» **Task requirements**:
Which lines run from the one containing "declare expires: Date | null;" to the end of the entries? Copy them exactly, both ends included, and give nothing else.

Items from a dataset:
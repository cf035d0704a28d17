import { DataTypes, Model, type Sequelize } from 'sequelize';

/** The table connect-session-sequelize stores sessions in (created by a migration). */
export class Session extends Model {
  declare sid: string;
  declare expires: Date | null;
  declare data: string | null;
}

export function initSession(sequelize: Sequelize) {
  Session.init(
    {
      sid: { type: DataTypes.STRING(36), primaryKey: true },
      expires: DataTypes.DATE,
      data: DataTypes.TEXT('medium'),
    },
    { sequelize, tableName: 'sessions', modelName: 'Session', underscored: false },
  );
}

» **Written response**:
  declare expires: Date | null;
  declare data: string | null;
}

export function initSession(sequelize: Sequelize) {
  Session.init(
    {
      sid: { type: DataTypes.STRING(36), primaryKey: true },
      expires: DataTypes.DATE,
      data: DataTypes.TEXT('medium'),
    },
    { sequelize, tableName: 'sessions', modelName: 'Session', underscored: false },
  );
}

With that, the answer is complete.